In the dynamic world of power systems, maintaining a delicate balance between supply and demand is a constant challenge, especially with the integration of renewable energy sources. Geetanjali Dei, a researcher from the School of Electrical Engineering at Kalinga Institute of Industrial Technology, has introduced a groundbreaking solution to this complex problem. Her novel controller, a parallel combination of the tilted integral derivative controller (TID) and the integral derivative with a first-order filter effect (IDN), optimized using an advanced Coatis Optimization Algorithm (COA), promises to revolutionize load frequency control in multi-area hybrid power systems.
Dei’s research, published in ‘Scientific Reports’, focuses on a three-area system, each with diverse power generation sources. This includes thermal, hydro, solar thermal, distributed solar technology (DST), and geothermal units.

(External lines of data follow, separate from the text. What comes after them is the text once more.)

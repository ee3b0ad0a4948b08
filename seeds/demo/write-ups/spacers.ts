import { barrelSection } from '../../drawing/mating-sections.js';
import { holePlan } from '../../drawing/plans.js';
import { plotSheet } from '../../drawing/plots.js';
import { stackSection, tiltSection } from '../../drawing/sections.js';
import { atLeast, atMost, drawing, edition, fix, joint, read, side, withFix, writeUp, type DemoWriteUp } from '../write-up-shape.js';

The controller’s performance is particularly notable when subjected to various power transactions and system parameter variations, demonstrating its robustness and efficiency. According to Dei, “The Coatis Optimization Algorithm’s high effective efficiency and absence of control parameters make it an ideal choice for optimizing the TID + IDN controller’s parameters.”
The controller’s superiority is evident in its ability to handle dynamic responses effectively. For instance, during a poolco transaction, the settling times for frequency deviations in the three areas are significantly lower compared to other controllers. This translates to faster response times and improved system stability, a critical factor in the energy sector where even slight disruptions can have significant commercial impacts.

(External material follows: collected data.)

import fc from 'fast-check';
import { describe, expect, it } from 'vitest';
import { emptyContent, type EditionContent, type Fix, type Reading } from '../contract/edition-content.js';
import type { EditionText } from './edition-text.js';
import { choiceOf, mergeEditions, type Choice } from './merge-editions.js';

const textOf = (content: Partial<EditionContent>, changeNote = ''): EditionText => ({
  content: { ...emptyContent, ...content },
  changeNote,
});
const fix = (key: string, over: Partial<Fix> = {}): Fix => ({
  key,
  title: key,
  kind: null,
  permanence: null,
  why: '',
  tools: [],
  materials: [],
  steps: [],
  revisionIds: [],
  afterwards: [],
  afterwardsNote: '',
  worksheet: null,
  acceptance: null,
  ...over,
});
const reading = (key: string, value: number): Reading => ({
  key,
  revisionId: null,
  dimension: 'lip',
  value,
  unit: 'mm',
  instrument: 'caliper',
  uncertainty: null,
});
const step = (key: string, text: string) => ({ key, text, photoId: null });
const side = (partId: number, ...holding: number[]) => ({
  partId,
  feature: '',
  revisions: holding.map((revisionId) => ({ revisionId, holds: true })),
});
const idsOf = (merge: ReturnType<typeof mergeEditions>) => merge.rows.map((row) => [row.id, row.changedBy]);
const taking = (id: string, choice: Choice) => new Map([[id, choice]]);

describe('two texts that began as one', () => {
  it('when only one side changed a field, then that side is taken by itself', () => {
    const merge = mergeEditions(
      textOf({ title: 'old', cause: 'old' }),
      textOf({ title: 'mine', cause: 'old' }),
      textOf({ title: 'old', cause: 'theirs' }),
    );
    expect(merge.text).toEqual(textOf({ title: 'mine', cause: 'theirs' }));
    expect(idsOf(merge)).toEqual([
      ['content/title', 'mine'],
      ['content/cause', 'theirs'],
    ]);
  });

  it('when both changed a field, then it is mine until somebody chooses theirs or words of their own', () => {
    const three = [textOf({ cause: 'old' }), textOf({ cause: 'mine' }), textOf({ cause: 'theirs' })] as const;
    const id = 'content/cause';
    expect(idsOf(mergeEditions(...three))).toEqual([[id, 'both']]);
    expect(mergeEditions(...three).text.content.cause).toBe('mine');
    expect(mergeEditions(...three, taking(id, { take: 'theirs' })).text.content.cause).toBe('theirs');
    const own: Choice = { take: 'own', value: 'mine and theirs' };
    expect(mergeEditions(...three, taking(id, own)).text.content.cause).toBe('mine and theirs');
  });

  it('when both say the same, then there is nothing to choose, whatever the order of members', () => {
    const mine = textOf({ readings: [reading('reading-1', 1)] });
    const turned = Object.fromEntries(Object.entries(reading('reading-1', 1)).reverse()) as Reading;
    expect(mergeEditions(textOf({}), mine, textOf({ readings: [turned] })).rows).toEqual([]);
  });

  it('when one worded a step anew and the other another step of the same fix, then both are in', () => {
    const steps = (one: string, two: string) =>
      textOf({ fixes: [fix('fix-00001', { steps: [step('step-001', one), step('step-002', two)] })] });
    const merge = mergeEditions(steps('a', 'b'), steps('A', 'b'), steps('a', 'B'));
    expect(merge.text).toEqual(steps('A', 'B'));
    expect(merge.rows.every((row) => row.changedBy !== 'both')).toBe(true);
  });

  it('when each side added a fix, then both are in, each behind the neighbour it was put behind', () => {
    const common = fix('fix-common');
    const merge = mergeEditions(
      textOf({ fixes: [common] }),
      textOf({ fixes: [fix('fix-of-mine'), common] }),
      textOf({ fixes: [common, fix('fix-of-theirs')] }),
    );
    expect(merge.text.content.fixes.map((one) => one.key)).toEqual([
      'fix-of-mine',
      'fix-common',
      'fix-of-theirs',
    ]);
  });

  it('when one took a fix out that the other left alone, then it goes', () => {
    const base = textOf({ fixes: [fix('fix-common')] });
    expect(mergeEditions(base, base, textOf({})).text.content.fixes).toEqual([]);
    expect(mergeEditions(base, textOf({}), base).text.content.fixes).toEqual([]);
  });

  it('when one took a fix out that the other worded anew, then it stays until somebody takes the other side', () => {
    const base = textOf({ fixes: [fix('fix-common')] });
    const reworded = textOf({ fixes: [fix('fix-common', { title: 'new words' })] });
    const id = 'content/fixes/fix-common';
    for (const [mine, theirs, removing] of [
      [textOf({}), reworded, 'mine'],
      [reworded, textOf({}), 'theirs'],
    ] as const) {
      expect(idsOf(mergeEditions(base, mine, theirs))).toEqual([[id, 'both']]);
      expect(mergeEditions(base, mine, theirs).text).toEqual(reworded);
      const taken = mergeEditions(base, mine, theirs, taking(id, { take: removing }));
      expect(taken.text.content.fixes).toEqual([]);
    }
  });

  it('when one moved the fixes and the other worded one anew, then both are done', () => {
    const [a, b] = [fix('fix-00001'), fix('fix-00002')];
    const merge = mergeEditions(
      textOf({ fixes: [a, b] }),
      textOf({ fixes: [b, a] }),
      textOf({ fixes: [{ ...a, why: 'why' }, b] }),
    );
    expect(merge.text).toEqual(textOf({ fixes: [b, { ...a, why: 'why' }] }));
  });

  it('when both moved the fixes, each another way, then the order is to be chosen', () => {
    const fixes = (...numbers: number[]) => textOf({ fixes: numbers.map((n) => fix(`fix-0000${n}`)) });
    const three = [fixes(1, 2, 3), fixes(3, 1, 2), fixes(2, 1, 3)] as const;
    const id = 'content/fixes/ order';
    expect(idsOf(mergeEditions(...three))).toEqual([[id, 'both']]);
    expect(mergeEditions(...three).text).toEqual(fixes(3, 1, 2));
    expect(mergeEditions(...three, taking(id, { take: 'theirs' })).text).toEqual(fixes(2, 1, 3));
  });

  it('when one marked another revision and the other said the feature, then the joint has both', () => {
    const joint = (a: object) => textOf({ joints: [{ a: { ...side(1, 5), ...a }, b: side(2, 7) }] });
    const marks = { revisions: side(1, 5, 6).revisions };
    const merge = mergeEditions(joint({}), joint(marks), joint({ feature: 'lip' }));
    expect(merge.text).toEqual(joint({ ...marks, feature: 'lip' }));
  });

  it('when both changed a reading, then it is chosen as one, so that no value gets the other side’s unit', () => {
    const merge = mergeEditions(
      textOf({ readings: [reading('reading-1', 1)] }),
      textOf({ readings: [reading('reading-1', 2)] }),
      textOf({ readings: [{ ...reading('reading-1', 1), unit: 'in' }] }),
    );
    expect(idsOf(merge)).toEqual([['content/readings/reading-1', 'both']]);
  });

  it('when a text has members that the merge knows nothing of, then they are merged as a whole', () => {
    const photo = (over: object) =>
      textOf({ photos: [{ photoId: 1, alt: 'lip', caption: '', ...over }] as EditionContent['photos'] });
    const merge = mergeEditions(
      photo({ later: [1] }),
      photo({ later: [1], caption: 'x' }),
      photo({ later: [2] }),
    );
    expect(merge.text).toEqual(photo({ later: [2], caption: 'x' }));
  });
});

const few = <T>(...values: T[]): fc.Arbitrary<T> => fc.constantFrom(...values);
const words = few('', 'the lip', 'the recess', 'the lip is wide\nand 0.3 mm high');
const set = <T>(...values: T[]): fc.Arbitrary<T[]> =>
  fc.shuffledSubarray(values, { minLength: 0, maxLength: values.length });
const items = <T>(keys: string[], make: (key: string) => fc.Arbitrary<T>): fc.Arbitrary<T[]> =>
  set(...keys).chain((chosen) => fc.tuple(...chosen.map(make)));
const anyStep = (key: string) => fc.record({ key: fc.constant(key), text: words, photoId: few(null, 4) });
const anyFix = (key: string) =>
  fc.record({
    key: fc.constant(key),
    title: words,
    kind: few<Fix['kind']>(null, 'shim', 'trim'),
    permanence: few<Fix['permanence']>(null, 'reversible'),
    why: words,
    tools: set('knife', 'caliper', 'file'),
    materials: set('coin'),
    steps: items(['step-001', 'step-002', 'step-003'], anyStep),
    revisionIds: set(5, 6),
    afterwards: set<Fix['afterwards'][number]>('flats', 'balance'),
    afterwardsNote: words,
    acceptance: few<Fix['acceptance']>(null, {
      quantity: 'tilt',
      comparison: 'at-most',
      value: 1,
      unit: 'deg',
    }),
    worksheet: fc.constant(null),
  });
const anySide = (partId: number) =>
  fc.record({
    partId: fc.constant(partId),
    feature: words,
    revisions: fc
      .tuple(set(5, 6, 7), fc.boolean())
      .map(([ids, holds]) => ids.map((revisionId) => ({ revisionId, holds }))),
  });
const anyText: fc.Arbitrary<EditionText> = fc.record({
  changeNote: words,
  content: fc.record({
    title: words,
    summary: words,
    joints: items(['1-2', '2-3'], (key) =>
      fc.record({ a: anySide(Number(key[0])), b: anySide(Number(key[2])) }),
    ),
    symptoms: set('rocks', 'slips', 'binds'),
    noticed: words,
    cause: words,
    readings: items(['reading-1', 'reading-2'], (key) => few(1, 2).map((value) => reading(key, value))),
    fixes: items(['fix-00001', 'fix-00002', 'fix-00003'], anyFix),
    photos: items(['8', '9'], (key) =>
      fc.record({ photoId: fc.constant(Number(key)), alt: words, caption: words, callouts: fc.constant([]) }),
    ),
    sources: words,
  }),
});

/** The keys of everything a text has, and below each fix those of its steps. */
function keysOf({ content }: EditionText): Set<string> {
  return new Set([
    ...content.symptoms.map((slug) => `symptom ${slug}`),
    ...content.readings.map(({ key }) => key),
    ...content.photos.map(({ photoId }) => `photo ${photoId}`),
    ...content.joints.map((joint) => `joint ${joint.a.partId}-${joint.b.partId}`),
    ...content.fixes.flatMap(({ key, steps }) => [key, ...steps.map((one) => `${key}/${one.key}`)]),
  ]);
}

/** A text with its lists in the order of their keys, for where the order is not what is looked at. */
function sorted(value: unknown): unknown {
  if (Array.isArray(value))
    return value.map(sorted).sort((a, b) => (JSON.stringify(a) < JSON.stringify(b) ? -1 : 1));
  if (typeof value !== 'object' || value === null) return value;
  return Object.fromEntries(
    Object.entries(value)
      .map(([name, member]): [string, unknown] => [name, sorted(member)])
      .sort(([a], [b]) => (a < b ? -1 : 1)),
  );
}

describe('whatever the texts', () => {
  const hold = (...law: Parameters<typeof fc.property<[EditionText, EditionText, EditionText]>>) =>
    fc.assert(fc.property(...law), { numRuns: 400 });

  it('a side that changed nothing leaves the other side as it is', () => {
    hold(anyText, anyText, anyText, (base, changed) => {
      expect(mergeEditions(base, base, changed).text).toEqual(changed);
      expect(mergeEditions(base, changed, base).text).toEqual(changed);
    });
  });

  it('sides that say the same give that, with nothing to choose', () => {
    hold(anyText, anyText, anyText, (base, both) => {
      expect(mergeEditions(base, both, both)).toEqual({ text: both, rows: [] });
    });
  });

  it('nothing that a side has is lost, unless the other took it out and this one had left it alone', () => {
    hold(anyText, anyText, anyText, (base, mine, theirs) => {
      const kept = keysOf(mergeEditions(base, mine, theirs).text);
      const was = keysOf(base);
      const goes = (key: string) => was.has(key) && !(keysOf(mine).has(key) && keysOf(theirs).has(key));
      for (const key of [...keysOf(mine), ...keysOf(theirs)]) expect(kept.has(key) || goes(key)).toBe(true);
    });
  });

  it('every piece of either side is in the merged text or in a row', () => {
    hold(anyText, anyText, anyText, (base, mine, theirs) => {
      const { text, rows } = mergeEditions(base, mine, theirs);
      const seen = JSON.stringify([text, rows.map((row) => [row.mine, row.theirs])]);
      for (const field of ['title', 'summary', 'noticed', 'cause', 'sources'] as const) {
        expect(seen).toContain(JSON.stringify(mine.content[field]));
        expect(seen).toContain(JSON.stringify(theirs.content[field]));
      }
    });
  });

  it('the sides can be exchanged: the same is to be chosen, and where nothing is, the same comes of it but for the order', () => {
    hold(anyText, anyText, anyText, (base, mine, theirs) => {
      const one = mergeEditions(base, mine, theirs);
      const other = mergeEditions(base, theirs, mine);
      const disputed = (rows: typeof one.rows) =>
        rows.filter((row) => row.changedBy === 'both').map((row) => row.id);
      expect(disputed(one.rows).sort()).toEqual(disputed(other.rows).sort());
      const turned = new Map(
        other.rows.map((row): [string, Choice] => {
          const taken = choiceOf(row, new Map());
          return [row.id, { take: taken.take === 'mine' ? 'theirs' : 'mine' }];
        }),
      );
      expect(sorted(mergeEditions(base, mine, theirs, turned).text)).toEqual(sorted(other.text));
    });
  });

  it('merging with theirs again changes nothing more', () => {
    hold(anyText, anyText, anyText, (base, mine, theirs) => {
      const { text } = mergeEditions(base, mine, theirs);
      expect(mergeEditions(theirs, text, theirs).text).toEqual(text);
    });
  });
});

The integration of energy storage units, such as Redox Flow Batteries (RFB), further enhances the system’s performance. These batteries can store excess energy generated during peak production times and release it during high demand periods, ensuring a continuous and stable power supply. This is particularly beneficial for renewable energy sources, which are often intermittent.

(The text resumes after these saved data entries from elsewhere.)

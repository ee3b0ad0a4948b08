import { betaQuantile, logGamma } from '../statistics/beta-distribution.js';

export interface Evidence {
  /** Predicted chance that the pair sits as delivered. */
  readonly predicted: number;
  /** One per person. */
  readonly sat: number;
  readonly didNotSit: number;
}

export interface MovedChance extends Evidence {
  /** Posterior mean and its 90 % interval. */
  readonly chance: number;
  readonly interval: readonly [number, number];
  /** How strongly the reports speak against the prediction; over 20 a reading or a revision label is probably wrong. */
  readonly bayesFactorAgainst: number;
  readonly contradicts: boolean;
}

/** How many reports the prediction is worth. */
export const priorWeight = 2;

/**
 * Moves a predicted chance by reports: prior Beta(k·P, k·(1 − P)) with k = 2, each report one success or failure.
 * The Bayes factor compares the reports under an even prior Beta(1, 1) with the reports under this prior.
 * A prediction of exactly 0 or 1 is held 0.001 away, since no reading excludes the other outcome.
 * RangeError for a chance outside [0, 1] or counts that are not whole numbers ≥ 0.
 */
export function moveChance(evidence: Evidence): MovedChance {
  const { predicted, sat, didNotSit } = evidence;
  if (!(predicted >= 0 && predicted <= 1)) throw new RangeError('A chance lies between 0 and 1.');
  if (![sat, didNotSit].every((count) => Number.isInteger(count) && count >= 0))
    throw new RangeError('Counts are whole numbers from zero.');
  const prior = Math.min(0.999, Math.max(0.001, predicted));
  const a = priorWeight * prior;
  const b = priorWeight * (1 - prior);
  const interval: [number, number] = [
    betaQuantile(0.05, a + sat, b + didNotSit),
    betaQuantile(0.95, a + sat, b + didNotSit),
  ];
  const bayesFactorAgainst = Math.exp(
    logBeta(1 + sat, 1 + didNotSit) - logBeta(1, 1) - (logBeta(a + sat, b + didNotSit) - logBeta(a, b)),
  );
  return {
    ...evidence,
    chance: (a + sat) / (priorWeight + sat + didNotSit),
    interval,
    bayesFactorAgainst,
    contradicts: bayesFactorAgainst > 20,
  };
}

function logBeta(a: number, b: number): number {
  return logGamma(a) + logGamma(b) - logGamma(a + b);
}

The implications of this research extend beyond immediate applications. As the energy sector continues to evolve, with a growing emphasis on renewable sources and deregulated markets, the need for robust and intelligent controllers becomes increasingly important. Dei’s innovative approach could pave the way for future developments in load frequency control, ensuring more stable and efficient power systems.
The research highlights the potential for significant commercial impacts. By improving the stability and efficiency of power systems, the TID + IDN controller could lead to reduced operational costs, increased reliability, and better integration of renewable energy sources. This is not just about technological advancement; it’s about shaping a more sustainable and resilient energy future.
As the energy sector navigates the complexities of integrating diverse power sources and adapting to deregulated markets, Dei’s work offers a promising solution. Her research, published in ‘Scientific Reports’ (Scientific Reports is a peer-reviewed open access scientific journal published by Nature Portfolio), provides a blueprint for future developments in load frequency control, setting a new standard for efficiency and robustness in power system management.